Task directions: Read the records below. Copy each line where the string "token" occurs.

Given data:

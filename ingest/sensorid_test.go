package ingest_test

import (
	"errors"
	"fmt"
	"path/filepath"
	"strconv"
	"strings"
	"testing"
	"time"

	"github.com/nats-io/nats-server/v2/server"
	dto "github.com/prometheus/client_model/go"

	"driftfit/ingest"
	"driftfit/store"
)

func TestCheckSensorID(t *testing.T) {
	cases := []struct {
		name, id string
		ok       bool
	}{
		{"plain", "qm.u1.steam.pt-101", true},
		{"one token", "pt101", true},
		{"non-ASCII letters", "qm.kühlwasser.tt-7", true},
		{"the store's limit", strings.Repeat("a", store.MaxSensorID), true},
		{"empty", "", false},
		{"one byte over the store's limit", strings.Repeat("a", store.MaxSensorID+1), false},
		{"NUL", "qm.pt\x00x", false},
		{"terminal escape", "qm.\x1b[2Jpt", false},
		{"DEL", "qm.pt\x7f", false},
		{"C1 control", "qm.pt\u0085", false},
		{"bidi override", "qm.pt\u202e1", false},
		{"space", "qm.pt 1", false},
		{"invalid UTF-8", "qm.pt\xff", false},
		{"star", "qm.*.pt", false},
		{"star inside a token", "qm.p*t", false},
		{"gt", "qm.>", false},
		{"leading dot", ".qm.pt", false},
		{"trailing dot", "qm.pt.", false},
		{"empty token", "qm..pt", false},
	}
	for _, c := range cases {
		t.Run(c.name, func(t *testing.T) {
			err := ingest.CheckSensorID(c.id)
			if (err == nil) != c.ok {
				t.Fatalf("CheckSensorID(%s) = %v, want ok %v", ingest.QuoteID(c.id), err, c.ok)
			}
			if err == nil {
				return
			}
			var ie *ingest.SensorIDError
			if !errors.Is(err, ingest.ErrSensorID) || !errors.As(err, &ie) || ie.ID != c.id {
				t.Errorf("CheckSensorID(%s) = %#v, want a *SensorIDError for the id wrapping ErrSensorID", ingest.QuoteID(c.id), err)
			}
			if msg := err.Error(); strings.ContainsAny(msg, "\x00\x1b\x7f\u0085\u202e") || len(msg) > 600 {
				t.Errorf("error text %q holds raw control bytes or is %d bytes long", msg, len(msg))
			}
		})
	}
}

func TestQuoteID(t *testing.T) {
	long := strings.Repeat("é", 200) // 400 bytes: cut inside the 129th rune
	for _, c := range []struct{ in, want string }{
		{"qm.pt-1", `"qm.pt-1"`},
		{"qm.\x1b[31mred", `"qm.\x1b[31mred"`},
		{"a\x00b", `"a\x00b"`},
		{"\xff", `"\xff"`},
		{"pt\u202e1", `"pt\u202e1"`},
		{long, `"` + strings.Repeat("é", 128) + `"…(400 bytes)`},
	} {
		if got := ingest.QuoteID(c.in); got != c.want {
			t.Errorf("QuoteID(%q) = %s, want %s", c.in, got, c.want)
		}
	}
}

func rejectedCount(t *testing.T, m *ingest.Metrics, reason string) float64 {
	t.Helper()
	var pm dto.Metric
	if err := m.Rejected.WithLabelValues(reason).Write(&pm); err != nil {
		t.Fatal(err)
	}
	return pm.GetCounter().GetValue()
}

// TestService_HostileSubjects publishes readings on subjects whose sensor
// id holds a NUL byte, a terminal escape, invalid UTF-8 or 5000 bytes (on a
// server that allows such long subjects), between good readings, and
// checks that serve keeps running, dead-letters each as bad_sensor_id with
// the subject quoted, applies every good reading, and commits past them.
// A reading on <prefix>.rejected, no longer the dead-letter subject, is
// an ordinary sensor's.
func TestService_HostileSubjects(t *testing.T) {
	dir := t.TempDir()
	ns := natsServerWith(t, &server.Options{StoreDir: filepath.Join(dir, "nats"), MaxControlLine: 16 << 10})
	defer ns.Shutdown()
	h := startService(t, ns.ClientURL(), dir, ingest.ModeStream)
	waitStream(t, h.nc)
	dl, err := h.nc.SubscribeSync(ingest.DefaultRejectedSubject("driftfit.in"))
	if err != nil {
		t.Fatal(err)
	}
	if err := h.nc.Flush(); err != nil {
		t.Fatal(err)
	}
	js, err := h.nc.JetStream()
	if err != nil {
		t.Fatal(err)
	}
	at := time.Now().Add(-time.Hour).Unix()
	var last uint64
	pub := func(subject string, i int) {
		t.Helper()
		ack, err := js.Publish(subject, fmt.Appendf(nil, `{"t":%d,"v":%d}`, at+int64(i), i))
		if err != nil {
			t.Fatalf("publish on %s: %v", ingest.QuoteID(subject), err)
		}
		last = ack.Sequence
	}
	bad := []string{"qm.h.pt\x00x", "qm.h.\x1b[31mred", "qm.h.pt\xff", strings.Repeat("a", 5000)}
	good := 0
	for i, id := range bad {
		pub("driftfit.in.qm.h.good", 2*i)
		good++
		pub("driftfit.in."+id, 2*i+1)
	}
	pub("driftfit.in.rejected", 100)
	pub("driftfit.in.qm.h.good", 101)
	good += 2

	seen := map[string]bool{}
	for range bad {
		m, err := dl.NextMsg(10 * time.Second)
		if err != nil {
			t.Fatalf("dead letters so far %v: %v", seen, err)
		}
		if r := m.Header.Get(ingest.HeaderReason); r != "bad_sensor_id" {
			t.Errorf("dead letter reason %q, want bad_sensor_id", r)
		}
		subj := m.Header.Get(ingest.HeaderSubject)
		if strings.ContainsAny(subj, "\x00\x1b") || len(subj) > 400 {
			t.Errorf("dead-letter subject header %q not quoted", subj)
		}
		seen[subj] = true
	}
	waitFor(t, "good readings applied", func() bool { return h.svc.Stats().Applied == uint64(good) })
	if n := rejectedCount(t, h.m, "bad_sensor_id"); n != float64(len(bad)) {
		t.Errorf("rejected{reason=bad_sensor_id} = %v, want %d", n, len(bad))
	}
	waitFor(t, "position committed", func() bool { return h.svc.Stats().Position == last })
	h.stop()
	select {
	case err := <-h.done:
		t.Fatalf("Run returned %v early", err)
	default:
	}
	db, err := store.Open(filepath.Join(dir, "state.db"), store.Options{ReadOnly: true})
	if err != nil {
		t.Fatal(err)
	}
	defer db.Close()
	if pos, err := db.Position(); err != nil || pos != last {
		t.Errorf("stored position %d (%v), want %d", pos, err, last)
	}
}

// TestService_MaxSensors checks the sensor cap: 5000 distinct ids whose
// every payload is refused hold no route, so 50 good ids still fit under
// a cap of 50, and the 51st is refused as too_many_sensors while the
// known ones keep being applied.
func TestService_MaxSensors(t *testing.T) {
	dir := t.TempDir()
	ns := natsServer(t, filepath.Join(dir, "nats"), 0)
	defer ns.Shutdown()
	h := startServiceWith(t, ns.ClientURL(), dir, ingest.ModeDirect, func(o *ingest.Options) { o.MaxSensors = 50 })
	at := time.Now().Add(-time.Hour).Unix()
	waitFor(t, "subscription", func() bool {
		_ = h.nc.Publish("driftfit.in.probe.bad", []byte(`{`))
		_ = h.nc.Flush()
		time.Sleep(5 * time.Millisecond)
		return h.svc.Stats().Rejected > 0
	})
	base := h.svc.Stats().Rejected
	const badIDs = 5000
	for i := range badIDs {
		if err := h.nc.Publish(fmt.Sprintf("driftfit.in.qm.bad.pt-%d", i), []byte(`{"t":`)); err != nil {
			t.Fatal(err)
		}
	}
	waitFor(t, "bad payloads refused", func() bool { return h.svc.Stats().Rejected == base+badIDs })
	// Their routes go with the next sweep: none of them made a sensor.
	waitFor(t, "routes of refused ids forgotten", func() bool { return h.svc.Stats().Routes == 0 })
	for i := range 50 {
		if err := h.nc.Publish(fmt.Sprintf("driftfit.in.qm.good.pt-%d", i), fmt.Appendf(nil, `{"t":%d,"v":1}`, at)); err != nil {
			t.Fatal(err)
		}
	}
	waitFor(t, "50 sensors", func() bool { return h.svc.Stats().Applied == 50 })
	if err := h.nc.Publish("driftfit.in.qm.good.pt-50", fmt.Appendf(nil, `{"t":%d,"v":1}`, at)); err != nil {
		t.Fatal(err)
	}
	if err := h.nc.Publish("driftfit.in.qm.good.pt-0", fmt.Appendf(nil, `{"t":%d,"v":2}`, at+1)); err != nil {
		t.Fatal(err)
	}
	waitFor(t, "51st refused, known one applied", func() bool {
		return rejectedCount(t, h.m, "too_many_sensors") == 1 && h.svc.Stats().Applied == 51
	})
	if st := h.svc.Stats(); st.Sensors != 50 || st.Routes != 50 {
		t.Errorf("Stats.Sensors = %d, Routes = %d, want 50 each", st.Sensors, st.Routes)
	}
}

func counterValue(t *testing.T, c interface{ Write(*dto.Metric) error }) float64 {
	t.Helper()
	var pm dto.Metric
	if err := c.Write(&pm); err != nil {
		t.Fatal(err)
	}
	return pm.GetCounter().GetValue()
}

// FuzzCheckSensorID checks on any id that CheckSensorID never panics,
// that an accepted id is a store key and prints as itself (QuoteID is
// strconv.Quote of it), and that QuoteID never lets a control byte
// through, whatever the id.
func FuzzCheckSensorID(f *testing.F) {
	for _, s := range []string{"qm.u1.steam.pt-101", "qm.pt\x00x", "qm.\x1b[2Jpt", "qm..pt", "qm.*", "\xff", "kühl.tt-1"} {
		f.Add(s)
	}
	f.Fuzz(func(t *testing.T, id string) {
		q := ingest.QuoteID(id)
		for i := 0; i < len(q); i++ {
			if c := q[i]; c < 0x20 || c == 0x7f {
				t.Fatalf("QuoteID(%q) = %q holds byte %#x", id, q, c)
			}
		}
		if ingest.CheckSensorID(id) != nil {
			return
		}
		if len(id) > store.MaxSensorID || strings.IndexByte(id, 0) >= 0 || strings.ContainsAny(id, "*> \t\r\n") || strings.Contains(id, "..") {
			t.Fatalf("CheckSensorID accepted %q", id)
		}
		if len(id) <= 256 && q != strconv.Quote(id) {
			t.Fatalf("QuoteID(%q) = %s, want %s", id, q, strconv.Quote(id))
		}
	})
}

Exercise response:
		{"one token", "pt101", true},
		{"star inside a token", "qm.p*t", false},
		{"empty token", "qm..pt", false},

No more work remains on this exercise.